Research Project: Discovery and Development of Natural Product-based Weed Management Methods

Location: Natural Products Utilization Research

Title: Novel bacterial bioassay for a high-throughput screening of 4-hydroxyphenylpyruvate dioxygenase inhibitors

item Rocaboy-faquet, Emilie
item Noquer, Thierry
item Romdhane, Sana
item Bertrand, Cedric
item Dayan, Franck
item Barthelmebs, Lise

Submitted to: Applied Microbiology and Biotechnology
Publication Type: Peer Reviewed Journal
Publication Acceptance Date: 4/23/2014
Publication Date: 5/13/2014
Citation: Rocaboy-Faquet, E., Noquer, T., Romdhane, S., Bertrand, C., Dayan, F.E., Barthelmebs, L. 2014. Novel bacterial bioassay for a high-throughput screening of 4-hydroxyphenylpyruvate dioxygenase inhibitors. Applied Microbiology and Biotechnology. 98:7243-7252.

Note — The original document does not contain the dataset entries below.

import { render, screen } from '@testing-library/react';
import userEvent from '@testing-library/user-event';
import { describe, expect, it, vi } from 'vitest';
import { FixtureRun } from '../../../../tests/support/floor-run';
import { Journal } from '../../../../tests/support/journal';
import { smallPlan } from '../../../../tests/support/small-documents';
import type { SheetName } from '../run-context';

/** The first rod that is measured: nothing is known of thread and card yet. */
const STEP = smallPlan().steps.find(({ kind }) => kind === 'gauge')!.id;
const ROD = /\d+$/.exec(STEP)![0];

async function runGauge() {
  const journal = new Journal(smallPlan()).performUntil(STEP);
  const onSheet = vi.fn<(name: SheetName) => void>();
  render(<FixtureRun journal={journal} start={{ step: STEP, isVisit: false }} onSheet={onSheet} />);
  await screen.findByText('Which thread, with its own card?');
  await press('G');
  await press('1');
  await press(/^Use this thread/);
  return { journal, onSheet };
}

const press = async (name: RegExp | string) => userEvent.setup().click(screen.getByRole('button', { name }));
const bandsOf = (journal: Journal) => journal.plan.engine.card.bands.map(({ clearance }) => clearance);

describe('the oil clearance', () => {
  it('is read front then rear off the card and judged only after each is kept', async () => {
    const { journal } = await runGauge();
    const target = journal.plan.limits.rodClearance!.target!;
    const band = bandsOf(journal).sort(
      (a, b) => Math.abs(Number(a) - Number(target)) - Math.abs(Number(b) - Number(target)),
    )[0]!;
    await press(band);
    expect(screen.queryByText('Inside')).toBeNull();
    await press(new RegExp(`^Keep ${band} mm`));
    expect(screen.getByText('Inside')).toBeVisible();
    expect(journal.entries.at(-1)).toMatchObject({
      kind: 'gauged',
      data: { end: 'front', by: 'band', clearance: band, again: 'first', threadLot: 'G1', cardLot: 'G1' },
    });
    await press(/^Next: rear/);
    await press(band);
    await press(new RegExp(`^Keep ${band} mm`));
    expect(journal.status(STEP)).toBe('done');
    expect(screen.getByRole('figure', { name: /^Oil clearance of every rod/ })).toBeVisible();
    await press(/^Next: /);
    expect(screen.getByRole('heading', { name: `Rod ${ROD}: thread gone, oiled, cap on` })).toBeVisible();
  });

  it('is read again with the same thread as a second record, and the first one stays', async () => {
    const { journal } = await runGauge();
    const [, middle] = bandsOf(journal);
    await press(middle!);
    await press(/^Keep/);
    await press('Read again');
    await press(middle!);
    await press(/^Keep/);
    expect(journal.entries.slice(-2).map(({ data }) => 'again' in data && data.again)).toEqual([
      'first',
      'read again',
    ]);
  });

  it('reads a width that was keyed in off the same card', async () => {
    const { journal } = await runGauge();
    await press('Type width');
    const narrowest = journal.plan.engine.card.bands.at(-1)!;
    for (const digit of narrowest.width) await press(digit === '.' ? 'decimal point' : digit);
    await press(/^Keep/);
    expect(journal.entries.at(-1)).toMatchObject({
      data: { by: 'width', width: narrowest.width, clearance: narrowest.clearance },
    });
  });

  it('says in words when the card can’t tell a width', async () => {
    await runGauge();
    await press('Type width');
    await press('9');
    expect(screen.getByRole('alert')).toHaveTextContent('wider than this card can tell');
  });

  it('says what to do when the thread is off the card', async () => {
    const { onSheet } = await runGauge();
    await press('wider');
    expect(screen.getByText(/wider than the widest band/)).toBeVisible();
    await press('Raise a deviation');
    expect(onSheet).toHaveBeenCalledWith('deviation');
  });

  it('opens the deviation from its own screen', async () => {
    const journal = new Journal(smallPlan()).performUntil(STEP).gauge(STEP, '0.048', '0.200');
    const onSheet = vi.fn<(name: SheetName) => void>();
    render(<FixtureRun journal={journal} start={{ step: STEP, isVisit: true }} onSheet={onSheet} />);
    expect(await screen.findByText('Outside')).toBeVisible();
    expect(screen.getByText(/The supervisor disposes of it; only that opens the way/)).toBeVisible();
    await press(/^See the deviation/);
    expect(onSheet).toHaveBeenCalledWith('job');
  });
});
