import type { StepOf } from '@/domain/plan';
import { RecordAction } from '../RecordAction';
import { StepFrame } from '../StepFrame';

/** Something to do that needs no figure: one touch when it is done. */
export function DoStep({ step }: { step: StepOf<'do'> }) {
  return (
    <StepFrame
      step={step}
      main={<RecordAction label="Done" drafts={() => [{ kind: 'done', step: step.id, data: {} }]} />}
    />
  );
}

Interpretive Summary: 4-Hydroxyphenylpyruvate dioxygenase is a key enzyme in plants that is involved in the synthesis of plastoquinone and vitamin E. It is inhibited by certain herbicides. We have developed an assay that can be used to measure the presence of these herbicides at very low concentration. This assay does not require very advanced analytical instrumentation. It measures the formation of melanin-like compounds by E. coli overexpressing a plant HPPD with a spectrophotometer.

Technical Abstract: Plant 4-hydroxyphenylpyruvate dioxygenase (HPPD) is the molecular target of a range of synthetic ß-triketone herbicides that are currently used commercially. Their mode of action is based on an irreversible inhibition of HPPD. Therefore, this inhibitory capacity was used to develop a whole cell colorimetric bioassay with a recombinant E. coli expressing a plant HPPD for the ß-triketones herbicide analysis. The principle of the bioassay is based on the ability of the recombinant E. coli clone to produce a soluble melanin-like pigment, from tyrosine catabolism through p-hydroxyphenylpyruvate and homogentisate. Addition of sulcotrione, a HPPD inhibitor, decreased the production of the pigment. With the aim to optimize the assay, the E. coli recombinant clone was immobilized in sol-gel or agarose matrix in a 96 wells microplate format. The limit of detection for mesotrione, tembotrione, sulcotrione and leptospermone were 0.069, 0.051, 0.038, and 20 µM, respectively, allowing to validate the whole cell colorimetric bioassay as a simple and cost effective alternative tool for a laboratory use. The bioassay results from spiked soil samples were confirmed with high-performance liquid chromatography.